What you should do — Please return every line in the entries below with the word "mentions" in it.

Stored data:

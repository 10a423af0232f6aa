import { describe, expect, it } from "vitest";
import { evaluate, figuresOf, formatEvalTable } from "../src/evaluate/metrics.js";
import { gold, row } from "./eval-helpers.js";

// Six invented mentions covering every outcome; the expected figures below are hand-computed.
const pairs = [
  // correct link
  {
    gold: gold("m1", "A", { type: "PER" }),
    predicted: row("m1", "A", [
      ["A", 0.9],
      ["B", 0.2],
    ]),
  },
  // wrong entity; gold B is 4th of the candidates: found at all, not at 3
  {
    gold: gold("m2", "B", { type: "PER" }),
    predicted: row("m2", "C", [
      ["B", 0.3],
      ["C", 0.9],
      ["D", 0.5],
      ["E", 0.4],
    ]),
  },
  // missed link; gold among the candidates
  {
    gold: gold("m3", "C", { type: "ORG" }),
    predicted: row("m3", null, [
      ["X", 0.4],
      ["C", 0.3],
    ]),
  },
  // correct NIL
  { gold: gold("m4", null, { type: "ORG" }), predicted: row("m4", null, [["Y", 0.2]]) },
  // false link
  { gold: gold("m5", null), predicted: row("m5", "D", [["D", 0.8]]) },
  // missed link with no row at all
  { gold: gold("m6", "D"), predicted: null },
];

describe("evaluate", () => {
  const report = evaluate(pairs);

  it("computes overall accuracy, link and NIL figures", () => {
    const o = report.overall;
    expect(o).toMatchObject({
      mentions: 6,
      goldLinks: 4,
      goldNil: 2,
      predictedLinks: 3,
      predictedNil: 3,
      correctLinks: 1,
      correctNil: 1,
    });
    expect(o.accuracy).toBeCloseTo(2 / 6, 12);
    expect(o.linkPrecision).toBeCloseTo(1 / 3, 12);
    expect(o.linkRecall).toBeCloseTo(1 / 4, 12);
    expect(o.linkF1).toBeCloseTo(2 / 7, 12); // 2PR/(P+R) = (1/6)/(7/12)
    expect(o.nilPrecision).toBeCloseTo(1 / 3, 12);
    expect(o.nilRecall).toBeCloseTo(1 / 2, 12);
  });

  it("gives the same overall figures from bare entity ids (figuresOf)", () => {
    const ids = figuresOf(
      pairs.map((p) => p.gold.gold),
      pairs.map((p) => p.predicted?.entity ?? null),
    );
    expect(ids).toEqual(report.overall);
    expect(() => figuresOf([null], [])).toThrow(/differ in length/);
  });

  it("splits figures by mention type", () => {
    expect(Object.keys(report.byType)).toEqual(["(untyped)", "ORG", "PER"]);
    const per = report.byType.PER!;
    expect([per.linkPrecision, per.linkRecall, per.accuracy]).toEqual([0.5, 0.5, 0.5]);
    const org = report.byType.ORG!;
    // no predicted link: precision is 0 by the zero-division convention
    expect([org.linkPrecision, org.linkRecall, org.nilPrecision, org.nilRecall]).toEqual([0, 0, 0.5, 1]);
    expect(report.byType["(untyped)"]!.accuracy).toBe(0);
  });

  it("measures candidate recall at k and at all returned", () => {
    expect(report.candidateRecall).toEqual({
      k: 3,
      goldLinks: 4,
      foundAtK: 2,
      foundAtAll: 3,
      atK: 0.5,
      atAll: 0.75,
    });
    const atOne = evaluate(pairs, { k: 1 }).candidateRecall;
    expect([atOne.foundAtK, atOne.foundAtAll]).toEqual([1, 3]); // only m1's gold ranks first
    expect(() => evaluate(pairs, { k: 0 })).toThrow(/k must be a positive integer/);
  });

  it("counts and lists errors by kind", () => {
    expect(report.errorCounts).toEqual({ wrongEntity: 1, falseLink: 1, missedLink: 2 });
    expect(report.errors.map((e) => [e.mention, e.kind, e.gold, e.predicted])).toEqual([
      ["m2", "wrongEntity", "B", "C"],
      ["m3", "missedLink", "C", null],
      ["m5", "falseLink", null, "D"],
      ["m6", "missedLink", "D", null],
    ]);
    const m2 = report.errors[0]!;
    expect(m2.score).toBe(0.9);
    expect(m2.goldScore).toBe(0.3);
    expect(m2.reasons[0]!.code).toBe("alias-exact");
    expect(report.errors[3]!.goldScore).toBeNull();
  });

  it("handles an empty input without dividing by zero", () => {
    const empty = evaluate([]);
    expect(empty.overall.accuracy).toBe(0);
    expect(empty.overall.linkF1).toBe(0);
  });

  it("formats an aligned text table", () => {
    const text = formatEvalTable(report);
    const lines = text.split("\n");
    const table = lines.slice(0, 5); // header, 3 types, all
    expect(table[0]).toMatch(/^type\s+mentions\s+accuracy\s+link P\s+link R\s+link F1\s+NIL P\s+NIL R$/);
    expect(new Set(table.map((l) => l.length)).size).toBe(1);
    expect(table[4]).toMatch(/^all\s+6\s+0\.333\s+0\.333\s+0\.250\s+0\.286\s+0\.333\s+0\.500$/);
    expect(text).toContain("at 3");
    expect(text).toMatch(/missed link\s+2/);
  });

  it("shows a figure with nothing to count as '-', not 0", () => {
    // One gold link, linked right: no NIL in the gold nor predicted.
    const one = evaluate([
      { gold: gold("m1", "A", { type: "PER" }), predicted: row("m1", "A", [["A", 0.9]]) },
    ]);
    const all = formatEvalTable(one).split("\n")[2]!;
    expect(all).toMatch(/^all\s+1\s+1\.000\s+1\.000\s+1\.000\s+1\.000\s+-\s+-$/);
    expect(one.overall.nilPrecision).toBe(0);
  });
});
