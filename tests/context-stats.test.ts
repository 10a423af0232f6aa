/**
 * The index build computes each entity's context norm from term ids kept in typed arrays
 * (src/kb/context-stats.ts); it must equal, bit for bit, termListNorm over the entity's sorted
 * term list with the smoothed IDF of the final document frequencies, which is how the norms were
 * computed before (and the formula the link-time cosine assumes).
 */
import fc from "fast-check";
import { describe, expect, it } from "vitest";
import { ContextStats } from "../src/kb/context-stats.js";
import { termListNorm } from "../src/score/context.js";
import { idf } from "../src/score/tfidf.js";

const docs: fc.Arbitrary<string[][]> = fc.array(
  fc.array(fc.constantFrom("quay", "grain", "oyster", "ferry", "tug", "pilot", "1897", "lime"), {
    maxLength: 14,
  }),
  { minLength: 1, maxLength: 40 },
);

describe("ContextStats", () => {
  it("gives every document the norm termListNorm gives its sorted terms, and the document frequencies", () => {
    fc.assert(
      fc.property(docs, (raw) => {
        const sorted = raw.map((d) => [...d].sort());
        const stats = new ContextStats();
        for (const d of sorted) stats.add(d);
        const df = new Map<string, number>();
        for (const d of sorted) for (const t of new Set(d)) df.set(t, (df.get(t) ?? 0) + 1);
        expect(new Map(stats.frequencies())).toEqual(df);
        expect(stats.size).toBe(df.size);
        expect(stats.documents).toBe(sorted.length);
        const norms = stats.norms();
        sorted.forEach((d, i) => {
          expect(norms[i]).toBe(termListNorm(d, (t) => idf(df.get(t) ?? 0, sorted.length)));
        });
      }),
      { seed: 11, numRuns: 500 },
    );
  });

  it("keeps counting past one storage chunk (more than a million term occurrences)", () => {
    const stats = new ContextStats();
    const doc = ["grain", "grain", "quay"];
    const n = 400_000; // 1.2 million occurrences
    for (let i = 0; i < n; i++) stats.add(doc);
    stats.add(["tug"]);
    const norms = stats.norms();
    const idfs = { grain: idf(n, n + 1), quay: idf(n, n + 1), tug: idf(1, n + 1) };
    expect(norms[n - 1]).toBe(termListNorm(doc, (t) => idfs[t as keyof typeof idfs]));
    expect(norms[n]).toBe(termListNorm(["tug"], () => idfs.tug));
  });
});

Exercise result —
// Six invented mentions covering every outcome; the expected figures below are hand-computed.
      mentions: 6,
    expect(table[0]).toMatch(/^type\s+mentions\s+accuracy\s+link P\s+link R\s+link F1\s+NIL P\s+NIL R$/);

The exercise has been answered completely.